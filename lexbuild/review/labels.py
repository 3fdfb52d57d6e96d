"""The words of the review site, in the languages the project has them (French, English).

``labels_for(language)`` picks by the primary subtag of the dictionary's BCP 47 ``language``
(``fr-CA`` -> French); any other language gets English.
"""

from __future__ import annotations

from types import MappingProxyType
from typing import Mapping

__all__ = ["LANGUAGES", "labels_for"]

_EN: dict[str, str] = {
    "site": "Review site",
    "colon": ": ",
    "index": "Entries",
    "changes": "Changes in this edition",
    "diagnostics": "Induction diagnostics",
    "skip": "Skip to the content",
    "filter": "Filter the entries",
    "search": "Lemma, gloss or frame",
    "status": "Status",
    "flag": "Flag",
    "any": "any",
    "none": "none",
    "lemma": "Lemma",
    "senses": "Senses",
    "frames": "Frames",
    "flags": "Flags",
    "examples": "Examples",
    "shown": "entries shown",
    "sort": "Sort by",
    "gloss": "Gloss",
    "note": "Editor's note",
    "frequency": "frequency",
    "no_frequency": "no count",
    "no_gloss": "(no gloss yet)",
    "no_examples": "No example.",
    "no_frames": "No frame.",
    "legend": "Legend",
    "verb": "verb",
    "slot": "slot",
    "source": "source",
    "other_editions": "This entry in other editions",
    "edition": "Edition",
    "changed": "This entry changed in this edition",
    "see_changes": "see the change log",
    "no_changes": "No changes.",
    "first_edition": "First edition: no earlier edition to compare with.",
    "summary": "Summary",
    "count": "count",
    "cluster_sizes": "Cluster sizes",
    "cluster": "induced sense",
    "occurrences": "occurrences",
    "frame_distribution": "Frames per induced sense",
    "projection": "Occurrence vectors in two dimensions",
    "projection_alt": "Scatter plot of the occurrences of {lemma} projected on their first two "
    "principal components, one colour and marker per induced sense: {senses}.",
    "projection_missing": "No occurrence vectors in this induction folder ({file}): the "
    "projection is not drawn.",
    "calibration": "Threshold calibration",
    "calibration_alt": "Mean scores over pseudo-verbs for each distance threshold; the chosen "
    "threshold {threshold} is marked by a vertical line.",
    "chosen": "chosen threshold",
    "threshold": "distance threshold",
    "score": "mean score over pseudo-verbs",
    "induction_run": "Induction run",
    "representation": "Representation",
    "model": "Model",
    "not_induced": "This verb is not in the induction folder.",
    "generated": "Made by lexbuild",
    "page_nav": "Site",
    "entry_nav": "Senses of this entry",
    "sorted_asc": "sorted ascending",
    "sorted_desc": "sorted descending",
    "status.draft": "draft",
    "status.reviewed": "reviewed",
    "status.approved": "approved",
    "status.retired": "retired",
    "flag.unsupported": "unsupported by the corpus",
    "flag.split-from": "split from",
    "flag.merge-into": "to merge into",
    "flag.other": "other remark",
    "function.subj": "subject",
    "function.refl": "reflexive clitic",
    "function.obj": "direct object",
    "function.iobj": "indirect object",
    "function.obl": "oblique",
    "function.comp": "clausal complement",
    "function.pred": "predicative complement",
}

_FR: dict[str, str] = {
    "site": "Site de relecture",
    "colon": "\u00a0: ",
    "index": "Entrées",
    "changes": "Modifications de cette édition",
    "diagnostics": "Diagnostics de l’induction",
    "skip": "Aller au contenu",
    "filter": "Filtrer les entrées",
    "search": "Lemme, glose ou cadre",
    "status": "Statut",
    "flag": "Signalement",
    "any": "tous",
    "none": "aucun",
    "lemma": "Lemme",
    "senses": "Sens",
    "frames": "Cadres",
    "flags": "Signalements",
    "examples": "Exemples",
    "shown": "entrées affichées",
    "sort": "Trier par",
    "gloss": "Glose",
    "note": "Note de l’éditeur",
    "frequency": "fréquence",
    "no_frequency": "non compté",
    "no_gloss": "(pas encore de glose)",
    "no_examples": "Aucun exemple.",
    "no_frames": "Aucun cadre.",
    "legend": "Légende",
    "verb": "verbe",
    "slot": "position",
    "source": "source",
    "other_editions": "Cette entrée dans les autres éditions",
    "edition": "Édition",
    "changed": "Cette entrée a changé dans cette édition",
    "see_changes": "voir le journal des modifications",
    "no_changes": "Aucune modification.",
    "first_edition": "Première édition : aucune édition antérieure à comparer.",
    "summary": "Résumé",
    "count": "nombre",
    "cluster_sizes": "Taille des groupes",
    "cluster": "sens induit",
    "occurrences": "occurrences",
    "frame_distribution": "Cadres par sens induit",
    "projection": "Vecteurs des occurrences en deux dimensions",
    "projection_alt": "Nuage de points des occurrences de {lemma} projetées sur leurs deux "
    "premières composantes principales, une couleur et un marqueur par sens induit : {senses}.",
    "projection_missing": "Pas de vecteurs d’occurrences dans ce dossier d’induction ({file}) : "
    "la projection n’est pas tracée.",
    "calibration": "Calibrage du seuil",
    "calibration_alt": "Scores moyens sur les pseudo-verbes pour chaque seuil de distance ; le "
    "seuil retenu {threshold} est marqué d’une ligne verticale.",
    "chosen": "seuil retenu",
    "threshold": "seuil de distance",
    "score": "score moyen sur les pseudo-verbes",
    "induction_run": "Induction",
    "representation": "Représentation",
    "model": "Modèle",
    "not_induced": "Ce verbe n’est pas dans le dossier d’induction.",
    "generated": "Produit par lexbuild",
    "page_nav": "Site",
    "entry_nav": "Sens de cette entrée",
    "sorted_asc": "tri croissant",
    "sorted_desc": "tri décroissant",
    "status.draft": "brouillon",
    "status.reviewed": "relu",
    "status.approved": "validé",
    "status.retired": "retiré",
    "flag.unsupported": "non attesté dans le corpus",
    "flag.split-from": "scindé de",
    "flag.merge-into": "à fusionner avec",
    "flag.other": "autre remarque",
    "function.subj": "sujet",
    "function.refl": "clitique réfléchi",
    "function.obj": "objet direct",
    "function.iobj": "objet indirect",
    "function.obl": "complément oblique",
    "function.comp": "complément phrastique",
    "function.pred": "attribut",
}

#: Primary language subtag -> labels; every table has the same keys (a test checks).
LANGUAGES: Mapping[str, Mapping[str, str]] = MappingProxyType(
    {"en": MappingProxyType(_EN), "fr": MappingProxyType(_FR)}
)


def labels_for(language: str) -> tuple[str, Mapping[str, str]]:
    """(language code used, labels) for a BCP 47 tag; English when the project lacks it."""
    primary = language.split("-", 1)[0].lower()
    if primary in LANGUAGES:
        return primary, LANGUAGES[primary]
    return "en", LANGUAGES["en"]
__________________________________________________
What is required: Out of the data above, return each line where the word "draft" can be found.

Result for this task:
    "status.draft": "draft",
    "status.draft": "brouillon",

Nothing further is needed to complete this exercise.